Cela marche plutôt très bien, et on a décidé de faire participer les habitués du forum de temps en temps. Les concours continueront à avoir lieu sur le site, mais de temps en temps donc, on offrira uniquement sur les forums quelques codes supplémentaires... 

Pour illustrer concrètement cela, je vous propose de gagner 10 codes pour Heroes Battle, un jeu de duels moderne, uniquement sur Internet. Le jeu fonctionne très bien et peut se révéler prenant : attention donc... 





Le principe est le même que sur le site : *les 10 premières réponses à ce message remportent un code pour télécharger Heroes Battle* !

*Quelques règles :* 
- Un seul message par personne.
- Le code sera envoyé par MP, donc vérifiez votre boite si vous gagnez.
- */!\ Un compte iTunes Store américain est obligatoire ! /!\* Si vous n'en disposez pas, vous pouvez consulter le tutoriel d'iGeneration pour en créer un.
- Si le jeu ne vous intéresse pas, ou que vous l'avez déjà acheté, vous avez le droit d'écrire un message, mais précisez que vous ne voulez pas de code.
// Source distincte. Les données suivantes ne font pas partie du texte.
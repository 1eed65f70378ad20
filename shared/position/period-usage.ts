import { type AtHours, splitEnergy } from '../metering/energy-split.ts';
import { hoursBetween, periodHours, weighHours } from '../metering/period-hours.ts';
import type { CompiledUsage } from '../settlement/compile-usage.ts';
import { keptAt } from '../settlement/place.ts';
import type { RatePlan } from '../settlement/plan.ts';
import type { Period, PeriodEnergy } from './periods.ts';
import type { SourcedShares } from './year-shares.ts';

/** A month to come and the plan it is settled by. */
type Month = { period: Period; plan: RatePlan };

/** A month's energy with the roof. `shared`: how it falls on the periods and clock hours of the plan, where that asks for them. */
export function usageWithRoof(energy: PeriodEnergy, shared: SourcedShares | null, month: Month): CompiledUsage {
  const { importWh, exportWh, productionWh, useWh } = energy;
  const usage = { importWh, exportWh, productionWh, loadWh: useWh };
  if (shared === null) return { ...usage, split: null };
  const { shares } = shared;
  const split = splitEnergy(energy, shares, atHoursOf(energy, month));
  const inCells = <T>(make: (at: number) => T): (T | null)[] =>
    shares.present.map((isThere, at) => (isThere ? make(at) : null));
  const netted = (block: 'hour' | '15min') => {
    const { total, parts } = split.netted[block];
    return { ...total, periods: inCells((at) => keptAt(parts, at)) };
  };
  return {
    ...usage,
    split: {
      periods: inCells((at) => ({
        importWh: Number(split.importWh[at]),
        exportWh: Number(split.exportWh[at]),
        productionWh: Number(split.productionWh[at]),
        loadWh: Number(split.useWh[at]),
      })),
      netted: { hour: netted('hour'), '15min': netted('15min') },
    },
  };
}

/** Without a roof everything used is bought, when it is used. */
export function usageWithoutRoof(energy: PeriodEnergy, shared: SourcedShares | null, month: Month): CompiledUsage {
  const { loadWh, split } = usageWithRoof(energy, shared, month);
  const bought = { importWh: loadWh, exportWh: 0 };
  if (split === null) return { ...bought, productionWh: 0, loadWh, split };
  const flows = split.periods.map((own) => own && { importWh: own.loadWh, exportWh: 0 });
  const netted = { ...bought, periods: flows };
  return {
    ...bought,
    productionWh: 0,
    loadWh,
    split: {
      periods: split.periods.map(
        (own) => own && { importWh: own.loadWh, exportWh: 0, productionWh: 0, loadWh: own.loadWh },
      ),
      netted: { hour: netted, '15min': netted },
    },
  };
}

function atHoursOf({ atHours }: PeriodEnergy, month: Month): AtHours | null {
  const hours = atHours && periodHours(month.plan.calendar, month.period.from, month.period.to);
  if (!atHours || !hours) return null;
  const { importWh, selfWh, fromHour, toHour } = atHours;
  return { importWh, selfWh, weights: weighHours(hours, hoursBetween(fromHour, toHour)) };
}
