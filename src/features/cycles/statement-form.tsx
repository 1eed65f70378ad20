import { type ReactNode, useState } from 'react';
import { type FieldErrors, useFieldArray, useForm } from 'react-hook-form';
import type { Statement } from '#shared/facts/papers.ts';
import { lineKind } from '#shared/settlement/settlement.ts';
import { refusalLines, resolverOf } from '#src/lib/form.ts';
import { Button } from '#src/ui/button.tsx';
import { ErrorSummary, Field, SelectField, TextArea } from '#src/ui/field.tsx';
import { useCorrect } from './cycles-queries.ts';
import { readStatementValues, type StatementValues, valuesOf } from './statement-values.ts';

const resolver = resolverOf(readStatementValues);

const KIND_WORDS: Record<string, string> = {
  import: 'import',
  export: 'export',
  credit: 'credit',
  incentive: 'incentive',
  fixed: 'fixed charge',
  nonbypassable: 'charge on import',
  demand: 'demand',
  tax: 'tax',
  minimum: 'minimum bill',
  trueup: 'true-up',
  adjustment: 'adjustment',
  previousBalance: 'previous balance',
  payment: 'payment',
  otherService: 'other service',
};

/** Corrects a posted statement: the values as they stand, to be changed, and a reason. The old revision stays readable. */
export default function StatementForm({
  statement,
  householdId,
  cycleTo,
  onCancel,
  onDone,
}: {
  statement: Statement;
  householdId: string;
  cycleTo: string;
  onCancel: () => void;
  onDone: (to: string) => void;
}) {
  const correct = useCorrect(householdId, cycleTo);
  const [tried, setTried] = useState(0);
  const form = useForm<StatementValues>({ defaultValues: valuesOf(statement), resolver, mode: 'onTouched' });
  const { register, control, formState } = form;
  const lines = useFieldArray({ control, name: 'lines' });
  const reads = useFieldArray({ control, name: 'reads' });
  const banks = useFieldArray({ control, name: 'banks' });
  const { errors } = formState;
  const submit = form.handleSubmit(
    (values) => {
      const read = readStatementValues(values);
      if (!read.ok) return;
      correct.mutate(read.body, { onSuccess: (done) => onDone(done.to), onError: () => setTried((n) => n + 1) });
    },
    () => setTried((n) => n + 1),
  );
  const summary = [...(tried > 0 ? messagesOf(errors) : []), ...(correct.isError ? refusalLines(correct.error) : [])];
  return (
    <form noValidate onSubmit={submit} className="sheet" aria-labelledby="correct-title">
      <h2 id="correct-title">Correct the statement</h2>
      <p className="hint">
        Write what the paper says, even where it is wrong. The statement as it stands is kept as revision{' '}
        {statement.revision}.
      </p>
      <ErrorSummary key={tried} errors={summary} />
      <Row>
        <Field label="First day" type="date" error={errors.from?.message} {...register('from')} />
        <Field
          label="Last day"
          hint="the read that ends it"
          type="date"
          error={errors.to?.message}
          {...register('to')}
        />
        <Field
          label="Days printed"
          inputMode="numeric"
          error={errors.printedDays?.message}
          {...register('printedDays')}
        />
        <Field label="Statement date" type="date" error={errors.statementOn?.message} {...register('statementOn')} />
        <Field label="Due date" type="date" error={errors.dueOn?.message} {...register('dueOn')} />
      </Row>
      <Row>
        <Field
          label="Import"
          unit="kWh"
          inputMode="decimal"
          error={errors.importWh?.message}
          {...register('importWh')}
        />
        <Field
          label="Export"
          unit="kWh"
          inputMode="decimal"
          error={errors.exportWh?.message}
          {...register('exportWh')}
        />
        <Field
          label="Production"
          unit="kWh"
          inputMode="decimal"
          error={errors.productionWh?.message}
          {...register('productionWh')}
        />
      </Row>
      <Group title="Register reads">
        {reads.fields.map((read, index) => (
          <fieldset key={read.id} className="border-b border-rule pb-3">
            <legend className="visually-hidden">Read {index + 1}</legend>
            <Row>
              <Field label="Meter" {...register(`reads.${index}.meter`)} />
              <SelectField label="Channel" {...register(`reads.${index}.channel`)}>
                <option value="import">import</option>
                <option value="export">export</option>
                <option value="production">production</option>
              </SelectField>
              <Field
                label="Previous"
                inputMode="decimal"
                error={errors.reads?.[index]?.previous?.message}
                {...register(`reads.${index}.previous`)}
              />
              <Field
                label="Current"
                inputMode="decimal"
                error={errors.reads?.[index]?.current?.message}
                {...register(`reads.${index}.current`)}
              />
              <SelectField label="Read type" {...register(`reads.${index}.type`)}>
                <option value="actual">actual</option>
                <option value="estimated">estimated</option>
              </SelectField>
              <Field
                label="From"
                type="date"
                error={errors.reads?.[index]?.from?.message}
                {...register(`reads.${index}.from`)}
              />
              <Field
                label="To"
                type="date"
                error={errors.reads?.[index]?.to?.message}
                {...register(`reads.${index}.to`)}
              />
              <Field
                label="Dials"
                inputMode="numeric"
                error={errors.reads?.[index]?.dials?.message}
                {...register(`reads.${index}.dials`)}
              />
              <Field
                label="Multiplier"
                inputMode="decimal"
                error={errors.reads?.[index]?.multiplier?.message}
                {...register(`reads.${index}.multiplier`)}
              />
            </Row>
            <Remove what={`read ${index + 1}`} onClick={() => reads.remove(index)} />
          </fieldset>
        ))}
        <Button
          look="link"
          onClick={() =>
            reads.append({
              meter: reads.fields[0]?.meter ?? '',
              channel: 'import',
              from: form.getValues('from'),
              to: form.getValues('to'),
              previous: '',
              current: '',
              dials: reads.fields[0]?.dials ?? '5',
              multiplier: '1',
              type: 'actual',
              row: null,
            })
          }
        >
          Add a read
        </Button>
      </Group>
      <Group title="Lines">
        {lines.fields.map((line, index) => (
          <fieldset key={line.id} className="border-b border-rule pb-3">
            <legend className="visually-hidden">Line {index + 1}</legend>
            <Row>
              <Field
                label="As printed"
                error={errors.lines?.[index]?.label?.message}
                {...register(`lines.${index}.label`)}
              />
              <SelectField label="Kind" {...register(`lines.${index}.kind`)}>
                {[...lineKind.options, 'otherService'].map((kind) => (
                  <option key={kind} value={kind}>
                    {KIND_WORDS[kind] ?? kind}
                  </option>
                ))}
              </SelectField>
              <Field
                label="Quantity"
                inputMode="decimal"
                error={errors.lines?.[index]?.quantity?.message}
                {...register(`lines.${index}.quantity`)}
              />
              <SelectField label="Unit" {...register(`lines.${index}.unit`)}>
                <option value="">none</option>
                <option value="kWh">kWh</option>
                <option value="kW">kW</option>
                <option value="day">days</option>
                <option value="cycle">cycle</option>
                <option value="USD">$</option>
              </SelectField>
              <Field
                label="Rate"
                inputMode="decimal"
                error={errors.lines?.[index]?.rate?.message}
                {...register(`lines.${index}.rate`)}
              />
              <Field
                label="Amount, $"
                hint="credits negative"
                error={errors.lines?.[index]?.amountCents?.message}
                {...register(`lines.${index}.amountCents`)}
              />
            </Row>
            <p className="flex flex-wrap items-center gap-x-6">
              <label className="flex min-h-11 items-center gap-3">
                <input type="checkbox" className="size-5 accent-accent" {...register(`lines.${index}.inDue`)} />
                part of the amount due
              </label>
              <Remove what={`line ${index + 1}`} onClick={() => lines.remove(index)} />
            </p>
          </fieldset>
        ))}
        <Button
          look="link"
          onClick={() =>
            lines.append({
              label: '',
              kind: 'fixed',
              component: null,
              quantity: '',
              unit: '',
              rate: '',
              amountCents: '',
              inDue: true,
              row: null,
            })
          }
        >
          Add a line
        </Button>
      </Group>
      {banks.fields.length > 0 && (
        <Group title="Credit banks">
          {banks.fields.map((bank, index) => (
            <Row key={bank.id}>
              <Field
                label={`Opening, ${bank.unit}`}
                error={errors.banks?.[index]?.open?.message}
                {...register(`banks.${index}.open`)}
              />
              <Field
                label={`Closing, ${bank.unit}`}
                error={errors.banks?.[index]?.close?.message}
                {...register(`banks.${index}.close`)}
              />
            </Row>
          ))}
        </Group>
      )}
      <Row>
        <Field
          label="Previous balance, $"
          error={errors.previousBalanceCents?.message}
          {...register('previousBalanceCents')}
        />
        <Field
          label="Payments, $"
          hint="negative, as on the statement"
          error={errors.paymentsCents?.message}
          {...register('paymentsCents')}
        />
        <Field label="Amount due, $" error={errors.amountDueCents?.message} {...register('amountDueCents')} />
      </Row>
      <TextArea
        label="Reason"
        hint="What was wrong with the values as they stand."
        rows={2}
        maxLength={500}
        error={errors.reason?.message}
        {...register('reason')}
      />
      <p className="mt-6 flex flex-wrap items-center gap-5">
        <Button type="submit" busy={correct.isPending}>
          Save as revision {statement.revision + 1}
        </Button>
        <Button look="link" onClick={onCancel}>
          Cancel
        </Button>
      </p>
    </form>
  );
}

function Row({ children }: { children: ReactNode }) {
  return (
    <div className="grid items-end gap-x-4 [grid-template-columns:repeat(auto-fill,minmax(min(148px,100%),1fr))]">
      {children}
    </div>
  );
}

function Group({ title, children }: { title: string; children: ReactNode }) {
  return (
    <section className="mt-7">
      <h3 className="border-b-2 border-ink pb-1">{title}</h3>
      {children}
    </section>
  );
}

function Remove({ what, onClick }: { what: string; onClick: () => void }) {
  return (
    <button type="button" className="link min-h-11 text-[15px]" onClick={onClick} aria-label={`Remove ${what}`}>
      Remove
    </button>
  );
}

/** Every message of a tree of errors, once. */
function messagesOf(errors: FieldErrors<StatementValues>): { text: string }[] {
  const found = new Map<string, string>();
  const walk = (node: unknown, path: string[]): void => {
    if (typeof node !== 'object' || node === null) return;
    if ('message' in node && typeof node.message === 'string') {
      found.set(path.join('.'), `${placeOf(path)}: ${node.message}`);
      return;
    }
    for (const [key, value] of Object.entries(node)) if (key !== 'ref') walk(value, [...path, key]);
  };
  walk(errors, []);
  return [...found.values()].map((text) => ({ text }));
}

const FIELD_WORDS: Record<string, string> = {
  from: 'First day',
  to: 'Last day',
  printedDays: 'Days printed',
  statementOn: 'Statement date',
  dueOn: 'Due date',
  importWh: 'Import',
  exportWh: 'Export',
  productionWh: 'Production',
  previousBalanceCents: 'Previous balance',
  paymentsCents: 'Payments',
  amountDueCents: 'Amount due',
  amountCents: 'Amount',
  label: 'As printed',
  reason: 'Reason',
};

function placeOf(path: string[]): string {
  const [head = '', index, field = ''] = path;
  if (index === undefined) return FIELD_WORDS[head] ?? head;
  const what = head === 'lines' ? 'Line' : head === 'reads' ? 'Read' : 'Bank';
  return `${what} ${Number(index) + 1}, ${(FIELD_WORDS[field] ?? field).toLowerCase()}`;
}
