/**
 * A stream of whole numbers from a seed, the same for the same seed: 32 bits, one multiply and shift chain each (the generator known as mulberry32;
 * common practice, no source). Good enough to draw months by, not for secrets.
 */
export function drawing(seed: number): (below: number) => number {
  let state = seed >>> 0;
  return (below) => {
    state = (state + 0x6d2b79f5) >>> 0;
    let mixed = Math.imul(state ^ (state >>> 15), state | 1);
    mixed ^= mixed + Math.imul(mixed ^ (mixed >>> 7), mixed | 61);
    const drawn = (mixed ^ (mixed >>> 14)) >>> 0;
    return Math.floor((drawn * below) / 0x1_0000_0000);
  };
}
Bonne chance ! Et suivez iGeneration si vous voulez gagner d'autres codes rapidement...


----------



## o_toulouse (27 Juillet 2009)

Bonjour,
Je serai content d'essayer ce jeu. Merci a vous.


----------



## digg (27 Juillet 2009)

c'est sympa comme tout !!!


----------



## Deleted member 129124 (28 Juillet 2009)

Bonjour

Je serai aussi ravi de jouer à ce jeu.

Merci


----------



## Disciplus Simplex (28 Juillet 2009)

Bonsoir, 

Ce jeux à l'air bien sympathique. D'avance merci pour le code.

Disciplus


----------



## cetici (28 Juillet 2009)

Super, je me ferai un plaisir de l'essayer


----------



## er_mouloud (28 Juillet 2009)

Bonjour, 

C'est avec plaisir que j'accepte un code...

Merci beaucoup


----------



## Enyx (28 Juillet 2009)

Bonsoir, je souhaite volontiers essayer ce jeu. Merci d'avance!


----------



## filochard (28 Juillet 2009)

pourquoi pas...


----------



## Theibaud (28 Juillet 2009)

Très agréable !


----------



## DG33 (28 Juillet 2009)

Moi itoo ? Humm
EDIT : Merci. Et hop : 10 !


----------



## Karybout (28 Juillet 2009)

11 ... :rateau:


----------



## Stalmicmac (28 Juillet 2009)

Ach! raté!


----------



## nicolasf (28 Juillet 2009)

Merci pour votre participation*! 

Ce concours est en effet terminé, suivez iGeneration pour d'autres prochainement... 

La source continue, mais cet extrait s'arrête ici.